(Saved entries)
###

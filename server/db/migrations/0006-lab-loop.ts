import { DataTypes } from 'sequelize';
import type { Migration } from '../migration';

/**
 * The assay-lab loop (DESIGN §2 step 6, §4): reference standards; lab batches with their chain of
 * custody; the items of a batch in dispatch order (field samples, and the blanks, standards and
 * split duplicates inserted for QA/QC); every results file imported (who, when, which file by its
 * SHA-256); assay results, of which only rows with no `supersededAt` are current (a corrected
 * re-import supersedes and keeps the old row as history); and per site whether the pan-test
 * calibration is applied to samples without an assay. Portable column types only.
 */
export const labLoop: Migration = {
  name: '0006-lab-loop',
  async up(queryInterface) {
    const timestamps = {
      createdAt: { type: DataTypes.DATE, allowNull: false },
      updatedAt: { type: DataTypes.DATE, allowNull: false },
    };
    await queryInterface.createTable('reference_standards', {
      id: { type: DataTypes.UUID, primaryKey: true },
      organizationId: { type: DataTypes.UUID, allowNull: false, references: { model: 'organizations', key: 'id' } },
      code: { type: DataTypes.STRING(64), allowNull: false },
      expectedGpt: { type: DataTypes.DOUBLE, allowNull: false },
      sdGpt: { type: DataTypes.DOUBLE, allowNull: false },
      description: { type: DataTypes.STRING(300), allowNull: false },
      ...timestamps,
    });
    await queryInterface.addIndex('reference_standards', ['organizationId', 'code'], { unique: true });

    await queryInterface.createTable('lab_batches', {
      id: { type: DataTypes.UUID, primaryKey: true },
      organizationId: { type: DataTypes.UUID, allowNull: false, references: { model: 'organizations', key: 'id' } },
      siteId: { type: DataTypes.UUID, allowNull: false, references: { model: 'sites', key: 'id' } },
      code: { type: DataTypes.STRING(32), allowNull: false, unique: true },
      labName: { type: DataTypes.STRING(200), allowNull: false },
      labContactEmail: { type: DataTypes.STRING(320), allowNull: false },
      method: { type: DataTypes.STRING(120), allowNull: false },
      chargeMassG: { type: DataTypes.DOUBLE, allowNull: false },
      detectionLimitGpt: { type: DataTypes.DOUBLE, allowNull: false },
      upperLimitGpt: { type: DataTypes.DOUBLE, allowNull: true },
      isBlind: { type: DataTypes.BOOLEAN, allowNull: false },
      qcPlan: { type: DataTypes.JSON, allowNull: false },
      status: { type: DataTypes.STRING(16), allowNull: false },
      notes: { type: DataTypes.TEXT, allowNull: false },
      dispatchedBy: { type: DataTypes.STRING(200), allowNull: true },
      dispatchedAt: { type: DataTypes.DATE, allowNull: true },
      carrier: { type: DataTypes.STRING(200), allowNull: true },
      sealNumbers: { type: DataTypes.STRING(500), allowNull: true },
      receivedBy: { type: DataTypes.STRING(200), allowNull: true },
      receivedAt: { type: DataTypes.DATE, allowNull: true },
      conditionOnReceipt: { type: DataTypes.STRING(500), allowNull: true },
      sentAt: { type: DataTypes.DATE, allowNull: true },
      createdById: { type: DataTypes.UUID, allowNull: false },
      ...timestamps,
    });
    await queryInterface.addIndex('lab_batches', ['siteId']);
    await queryInterface.addIndex('lab_batches', ['labName']);

    await queryInterface.createTable('lab_batch_samples', {
      id: { type: DataTypes.UUID, primaryKey: true },
      batchId: { type: DataTypes.UUID, allowNull: false, references: { model: 'lab_batches', key: 'id' } },
      position: { type: DataTypes.INTEGER, allowNull: false },
      labCode: { type: DataTypes.STRING(40), allowNull: false },
      itemType: { type: DataTypes.STRING(16), allowNull: false },
      isInserted: { type: DataTypes.BOOLEAN, allowNull: false },
      sampleId: { type: DataTypes.UUID, allowNull: true, references: { model: 'samples', key: 'id' } },
      duplicateOfItemId: { type: DataTypes.UUID, allowNull: true },
      standardCode: { type: DataTypes.STRING(64), allowNull: true },
      material: { type: DataTypes.STRING(32), allowNull: true },
      massKg: { type: DataTypes.DOUBLE, allowNull: true },
      ...timestamps,
    });
    await queryInterface.addIndex('lab_batch_samples', ['batchId', 'position'], { unique: true });
    await queryInterface.addIndex('lab_batch_samples', ['batchId', 'labCode'], { unique: true });
    await queryInterface.addIndex('lab_batch_samples', ['sampleId']);

    await queryInterface.createTable('result_imports', {
      id: { type: DataTypes.UUID, primaryKey: true },
      batchId: { type: DataTypes.UUID, allowNull: false, references: { model: 'lab_batches', key: 'id' } },
      fileName: { type: DataTypes.STRING(255), allowNull: false },
      fileHash: { type: DataTypes.STRING(64), allowNull: false },
      byteSize: { type: DataTypes.INTEGER, allowNull: false },
      rowCount: { type: DataTypes.INTEGER, allowNull: false },
      changedCount: { type: DataTypes.INTEGER, allowNull: false },
      importedById: { type: DataTypes.UUID, allowNull: false },
      importedAt: { type: DataTypes.DATE, allowNull: false },
      ...timestamps,
    });
    await queryInterface.addIndex('result_imports', ['batchId', 'fileHash']);

    await queryInterface.createTable('assay_results', {
      id: { type: DataTypes.UUID, primaryKey: true },
      batchId: { type: DataTypes.UUID, allowNull: false, references: { model: 'lab_batches', key: 'id' } },
      batchSampleId: { type: DataTypes.UUID, allowNull: false, references: { model: 'lab_batch_samples', key: 'id' } },
      sampleId: { type: DataTypes.UUID, allowNull: true },
      valueGpt: { type: DataTypes.DOUBLE, allowNull: false },
      isBelowDetection: { type: DataTypes.BOOLEAN, allowNull: false },
      isAboveRange: { type: DataTypes.BOOLEAN, allowNull: false },
      detectionLimitGpt: { type: DataTypes.DOUBLE, allowNull: true },
      rawValue: { type: DataTypes.STRING(64), allowNull: false },
      method: { type: DataTypes.STRING(120), allowNull: false },
      labJob: { type: DataTypes.STRING(64), allowNull: true },
      importId: { type: DataTypes.UUID, allowNull: false, references: { model: 'result_imports', key: 'id' } },
      supersededAt: { type: DataTypes.DATE, allowNull: true },
      supersededByImportId: { type: DataTypes.UUID, allowNull: true },
      ...timestamps,
    });
    await queryInterface.addIndex('assay_results', ['batchSampleId']);
    await queryInterface.addIndex('assay_results', ['sampleId']);

    await queryInterface.createTable('site_calibrations', {
      siteId: { type: DataTypes.UUID, primaryKey: true, references: { model: 'sites', key: 'id' } },
      isApplied: { type: DataTypes.BOOLEAN, allowNull: false },
      changedById: { type: DataTypes.UUID, allowNull: false },
      ...timestamps,
    });
  },
  async down(queryInterface) {
    for (const table of ['site_calibrations', 'assay_results', 'result_imports', 'lab_batch_samples', 'lab_batches', 'reference_standards']) {
      await queryInterface.dropTable(table);
    }
  },
};
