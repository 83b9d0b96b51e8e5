import { z } from 'zod';
import { PARAMETER_NAMES, type EconomicParameters, type ParameterName } from '../../shared/economics/economic-parameters';
import type { SiteEconomics } from '../sites/site-economics';

// The parameters' names and types are shared with the Shortlist screen.
export { PARAMETER_NAMES, type EconomicParameters, type ParameterName };

/**
 * Values used when neither the manager nor the site's defaults set a parameter. They are invented
 * starting points (common practice, no source), shown as "default" beside every figure until the
 * manager sets the site's own: the gold price especially must be set to the day's price.
 */
export const BUILT_IN_ECONOMICS: EconomicParameters = {
  currency: 'USD',
  // An invented round figure, not a quoted market price.
  goldPricePerTroyOz: 2400,
  payableFraction: 0.95,
  haulCostPerTKm: 0.6,
  roadFactor: 1.3,
  processingCostPerT: 12,
  fixedCostPerPile: 250,
  ownerShareOfGross: 0.3,
  // 90 %: the grade statistics' own default confidence level.
  confidenceLevel: 0.9,
  // A shaking table on fine free gold; to be replaced by the site's trials.
  defaultRecovery: 0.5,
  // Five percentage points between weighed and assay-based recovery.
  discrepancyTolerance: 0.05,
  // Below five grades the spread, and so the conservative value, means little.
  minSamplesToRank: 5,
};

/** Rules for each parameter, with messages a manager can act on. `coerce` reads query strings. */
function parameterRules(coerce: boolean) {
  const number = () => (coerce ? z.coerce.number({ error: 'must be a number' }) : z.number({ error: 'must be a number' }));
  const notNegative = (what: string) => number().min(0, `${what} must not be negative`).max(1_000_000_000, `${what} is implausibly large`);
  return {
    currency: z.string().regex(/^[A-Z]{3}$/, 'the currency is a three-letter code such as USD (ISO 4217)'),
    goldPricePerTroyOz: number().gt(0, 'the gold price must be above zero').max(1_000_000, 'the gold price per troy ounce is implausibly large'),
    payableFraction: number().gt(0, 'the payable fraction must be above 0 %').max(1, 'the payable fraction cannot be over 100 %'),
    haulCostPerTKm: notNegative('the haul cost'),
    roadFactor: number().min(1, 'a road is never shorter than the straight line: road factor at least 1').max(5, 'a road factor above 5 is implausible'),
    processingCostPerT: notNegative('the processing cost'),
    fixedCostPerPile: notNegative('the fixed cost per pile'),
    ownerShareOfGross: number().min(0, 'the owner share must not be negative').max(1, 'the owner share cannot be over 100 %')
      .lt(1, 'an owner share of 100 % leaves nothing to rank'),
    confidenceLevel: number().min(0.5, 'the confidence level must be at least 50 %').max(0.99, 'the confidence level must be at most 99 %'),
    defaultRecovery: number().gt(0, 'the default recovery must be above 0 %').max(1, 'a recovery cannot be over 100 %'),
    discrepancyTolerance: number().min(0, 'the tolerance must not be negative').max(0.5, 'a tolerance over 50 % would flag nothing'),
    minSamplesToRank: number().int('the fewest samples is a whole number').min(2, 'a pile needs at least 2 samples for a spread').max(1000, 'at most 1000 samples'),
  };
}

/** A complete set of parameters, as stored. */
export const economicParametersSchema = z.strictObject(parameterRules(false));

/** A change the manager makes: any parameters, at least one. */
export const economicsChangeSchema = economicParametersSchema
  .partial()
  .refine((changes) => Object.keys(changes).length > 0, 'name at least one parameter to change');

/** What-if overrides a shortlist query may carry: any parameter, and the recovery itself. */
export const economicsOverridesSchema = z.strictObject({
  ...parameterRules(true),
  recovery: z.coerce.number({ error: 'must be a number' }).gt(0, 'the recovery must be above 0 %').max(1, 'a recovery cannot be over 100 %'),
}).partial();

/** Query overrides of the shortlist. */
export type EconomicsOverrides = z.infer<typeof economicsOverridesSchema>;

/** Where a parameter's value came from. */
export type ParameterSource = 'site' | 'site-default' | 'built-in' | 'query';

/** The site defaults an admin may have stored on the site record, in this module's names. */
export function fromSiteDefaults(defaults: SiteEconomics | null): Partial<EconomicParameters> {
  if (!defaults) {
    return {};
  }
  const mapped: Partial<Record<ParameterName, unknown>> = {
    currency: defaults.currency,
    goldPricePerTroyOz: defaults.goldPricePerTroyOz,
    haulCostPerTKm: defaults.haulCostPerTonneKm,
    roadFactor: defaults.roadFactor,
    processingCostPerT: defaults.processingCostPerTonne,
    fixedCostPerPile: defaults.fixedCostPerPile,
    ownerShareOfGross: defaults.ownerShareFraction,
    defaultRecovery: defaults.recoveryFraction,
  };
  const kept = Object.entries(mapped).filter(([, value]) => value !== undefined);
  const parsed = economicParametersSchema.partial().safeParse(Object.fromEntries(kept));
  return parsed.success ? parsed.data : {};
}
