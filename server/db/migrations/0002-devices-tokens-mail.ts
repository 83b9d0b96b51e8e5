import { DataTypes } from 'sequelize';
import type { Migration } from '../migration';

/**
 * Sign-in state and outgoing mail: the devices people sign in on, refresh tokens (stored hashed,
 * grouped in families so a re-used token revokes its whole chain), single-use links for
 * invitations and password resets (hashed too), and a copy of every e-mail the system sends.
 */
export const devicesTokensMail: Migration = {
  name: '0002-devices-tokens-mail',
  async up(queryInterface) {
    const timestamps = {
      createdAt: { type: DataTypes.DATE, allowNull: false },
      updatedAt: { type: DataTypes.DATE, allowNull: false },
    };
    await queryInterface.createTable('devices', {
      id: { type: DataTypes.UUID, primaryKey: true },
      userId: { type: DataTypes.UUID, allowNull: false, references: { model: 'users', key: 'id' }, onDelete: 'CASCADE' },
      name: { type: DataTypes.STRING(100), allowNull: false },
      lastSeenAt: { type: DataTypes.DATE, allowNull: true },
      lastSyncAt: { type: DataTypes.DATE, allowNull: true },
      ...timestamps,
    });
    await queryInterface.addIndex('devices', ['userId']);

    await queryInterface.createTable('refresh_tokens', {
      id: { type: DataTypes.UUID, primaryKey: true },
      familyId: { type: DataTypes.UUID, allowNull: false },
      userId: { type: DataTypes.UUID, allowNull: false, references: { model: 'users', key: 'id' }, onDelete: 'CASCADE' },
      deviceId: { type: DataTypes.UUID, allowNull: true, references: { model: 'devices', key: 'id' }, onDelete: 'SET NULL' },
      /** SHA-256 of the token, hex; the token itself is never stored. */
      tokenHash: { type: DataTypes.STRING(64), allowNull: false, unique: true },
      expiresAt: { type: DataTypes.DATE, allowNull: false },
      /** When this token was exchanged for the next one; presenting it again is re-use. */
      rotatedAt: { type: DataTypes.DATE, allowNull: true },
      revokedAt: { type: DataTypes.DATE, allowNull: true },
      ...timestamps,
    });
    await queryInterface.addIndex('refresh_tokens', ['familyId']);
    await queryInterface.addIndex('refresh_tokens', ['userId']);

    await queryInterface.createTable('account_links', {
      id: { type: DataTypes.UUID, primaryKey: true },
      userId: { type: DataTypes.UUID, allowNull: false, references: { model: 'users', key: 'id' }, onDelete: 'CASCADE' },
      /** `invitation` or `password-reset`. */
      purpose: { type: DataTypes.STRING(16), allowNull: false },
      tokenHash: { type: DataTypes.STRING(64), allowNull: false, unique: true },
      expiresAt: { type: DataTypes.DATE, allowNull: false },
      usedAt: { type: DataTypes.DATE, allowNull: true },
      ...timestamps,
    });
    await queryInterface.addIndex('account_links', ['userId']);

    await queryInterface.createTable('mail_messages', {
      id: { type: DataTypes.UUID, primaryKey: true },
      organizationId: { type: DataTypes.UUID, allowNull: true, references: { model: 'organizations', key: 'id' }, onDelete: 'SET NULL' },
      /** Recipients, comma-separated. */
      recipients: { type: DataTypes.TEXT, allowNull: false },
      subject: { type: DataTypes.STRING(300), allowNull: false },
      textBody: { type: DataTypes.TEXT, allowNull: false },
      htmlBody: { type: DataTypes.TEXT, allowNull: true },
      /** JSON list of `{filename, contentType, sizeBytes}`; the content itself is not kept. */
      attachments: { type: DataTypes.TEXT, allowNull: false },
      /** `sending`, `sent` or `failed`. */
      status: { type: DataTypes.STRING(16), allowNull: false },
      errorMessage: { type: DataTypes.STRING(500), allowNull: true },
      transportMessageId: { type: DataTypes.STRING(300), allowNull: true },
      ...timestamps,
    });
    await queryInterface.addIndex('mail_messages', ['organizationId', 'createdAt']);
  },
  async down(queryInterface) {
    await queryInterface.dropTable('mail_messages');
    await queryInterface.dropTable('account_links');
    await queryInterface.dropTable('refresh_tokens');
    await queryInterface.dropTable('devices');
  },
};
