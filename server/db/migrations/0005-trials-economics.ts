import { DataTypes } from 'sequelize';
import { recordColumns, type Migration } from '../migration';

/**
 * Trials and the money behind the shortlist (DESIGN §2 steps 7–8, §4 `Trial`): test runs over the
 * table with their masses and assays; each site's economic parameters as the manager last set
 * them; and one row per changed parameter (who, when, old → new), never updated or deleted.
 * Portable column types only (JSON is TEXT on SQLite and json on PostgreSQL).
 */
export const trialsEconomics: Migration = {
  name: '0005-trials-economics',
  async up(queryInterface) {
    await queryInterface.createTable('trials', {
      id: { type: DataTypes.UUID, primaryKey: true },
      siteId: { type: DataTypes.UUID, allowNull: false, references: { model: 'sites', key: 'id' } },
      pileIds: { type: DataTypes.JSON, allowNull: false },
      trialDate: { type: DataTypes.STRING(10), allowNull: false },
      equipmentNote: { type: DataTypes.TEXT, allowNull: false },
      feedMassKg: { type: DataTypes.DOUBLE, allowNull: false },
      feedGradeGpt: { type: DataTypes.DOUBLE, allowNull: false },
      concentrateMassKg: { type: DataTypes.DOUBLE, allowNull: false },
      concentrateGradeGpt: { type: DataTypes.DOUBLE, allowNull: false },
      tailingsGradeGpt: { type: DataTypes.DOUBLE, allowNull: false },
      middlingsMassKg: { type: DataTypes.DOUBLE, allowNull: true },
      middlingsGradeGpt: { type: DataTypes.DOUBLE, allowNull: true },
      status: { type: DataTypes.STRING(16), allowNull: false },
      createdById: { type: DataTypes.UUID, allowNull: false },
      ...recordColumns,
    });
    await queryInterface.addIndex('trials', ['siteId', 'trialDate']);

    await queryInterface.createTable('site_economics', {
      siteId: { type: DataTypes.UUID, primaryKey: true, references: { model: 'sites', key: 'id' } },
      parameters: { type: DataTypes.JSON, allowNull: false },
      updatedById: { type: DataTypes.UUID, allowNull: false },
      ...recordColumns,
    });

    await queryInterface.createTable('economics_changes', {
      id: { type: DataTypes.UUID, primaryKey: true },
      siteId: { type: DataTypes.UUID, allowNull: false, references: { model: 'sites', key: 'id' } },
      parameter: { type: DataTypes.STRING(40), allowNull: false },
      oldValue: { type: DataTypes.JSON, allowNull: true },
      newValue: { type: DataTypes.JSON, allowNull: true },
      changedById: { type: DataTypes.UUID, allowNull: false },
      changedByName: { type: DataTypes.STRING(200), allowNull: false },
      changedAt: { type: DataTypes.DATE, allowNull: false },
    });
    await queryInterface.addIndex('economics_changes', ['siteId', 'changedAt']);
  },
  async down(queryInterface) {
    await queryInterface.dropTable('economics_changes');
    await queryInterface.dropTable('site_economics');
    await queryInterface.dropTable('trials');
  },
};
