import { DataTypes } from 'sequelize';
import type { Migration } from '../migration';

/**
 * Printed sample-label sheets (issue 12): each sheet reserves a run of sequence numbers for its
 * site. The unique index on (siteId, firstSequence) makes two concurrent reservations of the same
 * run fail on PostgreSQL as well as SQLite, so two sheets never carry the same code.
 */
export const labelRanges: Migration = {
  name: '0008-label-ranges',
  async up(queryInterface) {
    await queryInterface.createTable('label_ranges', {
      id: { type: DataTypes.UUID, primaryKey: true },
      siteId: { type: DataTypes.UUID, allowNull: false, references: { model: 'sites', key: 'id' } },
      deviceNumber: { type: DataTypes.INTEGER, allowNull: false },
      firstSequence: { type: DataTypes.INTEGER, allowNull: false },
      lastSequence: { type: DataTypes.INTEGER, allowNull: false },
      printedById: { type: DataTypes.UUID, allowNull: false, references: { model: 'users', key: 'id' } },
      createdAt: { type: DataTypes.DATE, allowNull: false },
      updatedAt: { type: DataTypes.DATE, allowNull: false },
    });
    await queryInterface.addIndex('label_ranges', { name: 'label_ranges_site_first', unique: true, fields: ['siteId', 'firstSequence'] });
  },
  async down(queryInterface) {
    await queryInterface.dropTable('label_ranges');
  },
};
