import type { Migration } from '../migration';
import { organizationsSitesUsers } from './0001-organizations-sites-users';
import { devicesTokensMail } from './0002-devices-tokens-mail';
import { captureSyncPhotos } from './0003-capture-sync-photos';
import { trialsEconomics } from './0005-trials-economics';
import { reviewDesk } from './0004-review-desk';
import { labLoop } from './0006-lab-loop';
import { readIndexes } from './0007-read-indexes';
import { labelRanges } from './0008-label-ranges';
import { sampleSortIndexes } from './0009-sample-sort-indexes';

/** Every migration, in the order it runs. Append; never edit one that has shipped. */
export const migrations: readonly Migration[] = [organizationsSitesUsers, devicesTokensMail, captureSyncPhotos, labLoop, reviewDesk, trialsEconomics, readIndexes, labelRanges, sampleSortIndexes];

###

▸ YOUR OBJECTIVE: Check the records above and copy each line that has the string "trialDate".

▸ SOLUTION TO THIS EXERCISE:
      trialDate: { type: DataTypes.STRING(10), allowNull: false },
    await queryInterface.addIndex('trials', ['siteId', 'trialDate']);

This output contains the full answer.